Rafael Bombelli’s family came from Borgo Panigale, a suburb three miles north of Bologana. The original family name was Mazzoli. The Mazzolis, who seem to have been small landowners, adopted the name Bombelli early in the sixteenth century. Some of them were supporters of the Bentivoglio faction. An unsuccessful conspiracy to restore the Bentivoglio signoria in 1508 resulted in the execution of seven men, among whom was Giovanni Mazzoli, Rafael Bombelli’s great-grandfather. Giovanni Mazzoli’s property was confiscated but was later restored to his grandchildren. One of them was Antonio Mazzoli, alias Bombelli, who later became a wool merchant and moved to Bologna. There he married Diamante Scudieri, the daughter of a tailor. Six children were born to this marriage, of whom the eldest son was Rafael Bombelli.

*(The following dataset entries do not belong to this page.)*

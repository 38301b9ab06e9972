import { eq } from 'drizzle-orm';
import { Router, type Request } from 'express';
import {
  changeAccountSchema,
  changeAddressSchema,
  changePasswordSchema,
  deleteAccountSchema,
  emailOnlySchema,
  resetPasswordSchema,
  signUpSchema,
  tokenOnlySchema,
} from '../../../shared/contract/index.ts';
import { clearSessionCookie, endSession, endSessions, setSessionCookie } from '../../auth/sessions.ts';
import { tokenSettings } from '../../auth/sign-in-state.ts';
import { requireUser, sessionIdOf, userOf } from '../../auth/team-scope.ts';
import { users } from '../../db/schema/index.ts';
import type { Feature } from '../../feature.ts';
import { inEvenTime } from '../../http/even-time.ts';
import { networkOf } from '../../http/network.ts';
import { parseInput } from '../../http/parse-input.ts';
import { Problem } from '../../http/problem.ts';
import { heed, limitRate, rateLimiter } from '../../http/rate-limiter.ts';
import type { RatePolicyName } from '../../http/rate-policies.ts';
import { askForAddress, confirmAddress } from './address-commands.ts';
import { deleteAccount } from './delete-account.ts';
import { changePassword, forgotPassword, resetPassword } from './password-commands.ts';
import { presentAccount, presentSession } from './presenter.ts';
import { findMemberships, findSessions } from './queries.ts';
import { resendVerification, signUp, verifyAddress } from './sign-up.ts';

/** One's own account: from sign-up to its end, with its sessions. What is mailed is answered alike for any address. */
export const account: Feature = (deps) => {
  const { db } = deps.database;
  const limiter = rateLimiter(deps);
  const byNetwork = (policy: RatePolicyName) => limitRate(limiter, policy, networkOf);
  const byAddress = (email: string) => limiter.count('mail-to-address', email);
  const passwordChecks = limitRate(limiter, 'password-check', (request) => String(userOf(request).id));
  const router = Router();

  router.post('/account/sign-up', byNetwork('sign-up'), async (request, response) => {
    const typed = parseInput(signUpSchema, request.body);
    heed(response, await byAddress(typed.email));
    await inEvenTime(() => signUp(deps, typed));
    response.status(202).end();
  });
  router.post('/account/resend-verification', byNetwork('mail-request'), async (request, response) => {
    const { email } = parseInput(emailOnlySchema, request.body);
    heed(response, await byAddress(email));
    await inEvenTime(() => resendVerification(deps, email));
    response.status(202).end();
  });
  router.post('/account/forgot-password', byNetwork('mail-request'), async (request, response) => {
    const { email } = parseInput(emailOnlySchema, request.body);
    heed(response, await byAddress(email));
    await inEvenTime(() => forgotPassword(deps, email));
    response.status(202).end();
  });

  router.post('/account/verify-address', byNetwork('link-use'), async (request, response) => {
    response.json(await verifyAddress(deps, parseInput(tokenOnlySchema, request.body).token));
  });
  router.post('/account/reset-password', byNetwork('link-use'), async (request, response) => {
    response.json(await resetPassword(deps, parseInput(resetPasswordSchema, request.body)));
  });
  router.post('/account/confirm-address', byNetwork('link-use'), async (request, response) => {
    response.json(await confirmAddress(deps, parseInput(tokenOnlySchema, request.body).token));
  });

  router.get('/account', requireUser, async (request, response) => {
    const user = userOf(request);
    response.json(presentAccount(user, await findMemberships(db, user.id)));
  });
  router.patch('/account', requireUser, async (request, response) => {
    const user = userOf(request);
    const { name } = parseInput(changeAccountSchema, request.body);
    await db.update(users).set({ name }).where(eq(users.id, user.id));
    response.json(presentAccount({ ...user, name }, await findMemberships(db, user.id)));
  });
  router.delete('/account', requireUser, passwordChecks, async (request, response) => {
    const { currentPassword } = parseInput(deleteAccountSchema, request.body);
    await deleteAccount(deps, userOf(request), currentPassword);
    clearSessionCookie(response, tokenSettings(deps));
    response.status(204).end();
  });
  router.post('/account/change-password', requireUser, passwordChecks, async (request, response) => {
    const typed = parseInput(changePasswordSchema, request.body);
    const session = await changePassword(deps, userOf(request).id, typed, request.get('User-Agent'));
    await setSessionCookie(response, session, tokenSettings(deps));
    response.status(204).end();
  });
  router.post('/account/change-address', requireUser, passwordChecks, async (request, response) => {
    const typed = parseInput(changeAddressSchema, request.body);
    heed(response, await byAddress(typed.email));
    await inEvenTime(() => askForAddress(deps, userOf(request), typed));
    response.status(202).end();
  });

  router.get('/account/sessions', requireUser, async (request, response) => {
    const rows = await findSessions(db, userOf(request).id);
    response.json({ items: rows.map((row) => presentSession(row, sessionIdOf(request))), nextCursor: null });
  });
  router.delete('/account/sessions', requireUser, async (request, response) => {
    await endSessions(db, userOf(request).id, sessionIdOf(request));
    response.status(204).end();
  });
  router.delete('/account/sessions/:id', requireUser, async (request: Request<{ id: string }>, response) => {
    const hasEnded = await endSession(db, userOf(request).id, request.params.id);
    if (!hasEnded) throw new Problem('not-found', { detail: 'You have no such session.' });
    response.status(204).end();
  });
  return router;
};
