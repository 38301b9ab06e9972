import type { Sort } from './list-query.ts';

export const sortWords: Readonly<Record<Sort, string>> = {
  changed: 'Changed',
  title: 'Name',
  length: 'Length',
  bits: 'Bit depth',
  snr: 'SNR',
  bytes: 'Size',
};
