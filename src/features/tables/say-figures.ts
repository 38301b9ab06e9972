/** `256 × 8 bits`: entries of so many bits. */
export const saySize = ({ length, bits }: { length: number; bits: number }): string =>
  `${length.toLocaleString('en')} × ${bits} ${bits === 1 ? 'bit' : 'bits'}`;

/** `49.8 dB`; a dash where there is none: the codes give the wave exactly, or it does not move. */
export const saySnr = (snrDb: number | null): string => (snrDb === null ? '–' : `${snrDb.toFixed(1)} dB`);

export const sayBytes = (bytes: number): string => `${bytes.toLocaleString('en')} B`;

All that is known about Bombelli’s education is that his teacher (Precettore) was Pier Francesco Clementi of Corinaldo, an engineer-architect. It has been suggested that Bombelli might have studied at the University of Bologna, but this seems unlikely when one considers his family background and the nature of his profession. He spent the greater part of his working life as an engineer-architect in the service of his patron, Monsignor Alessandro Rufini, a Roman nobleman. Rufini was cameriere and favorite of Pope Paul III, and later was bishop of Melfi. The major engineering project on which Bombelli was employed was the reclamation of the marshes of the Val du Chiana. It was at a time when the reclamation work had been suspended that he wrote his treatise on algebra in the peaceful atmosphere of his patron’s villa in Rome. His professional engagements seem to have delayed the completion of the book, but the more important part of it was published in 1572. His death soon afterward prevented the publishing of the remainder of the work. It was not published until 1929.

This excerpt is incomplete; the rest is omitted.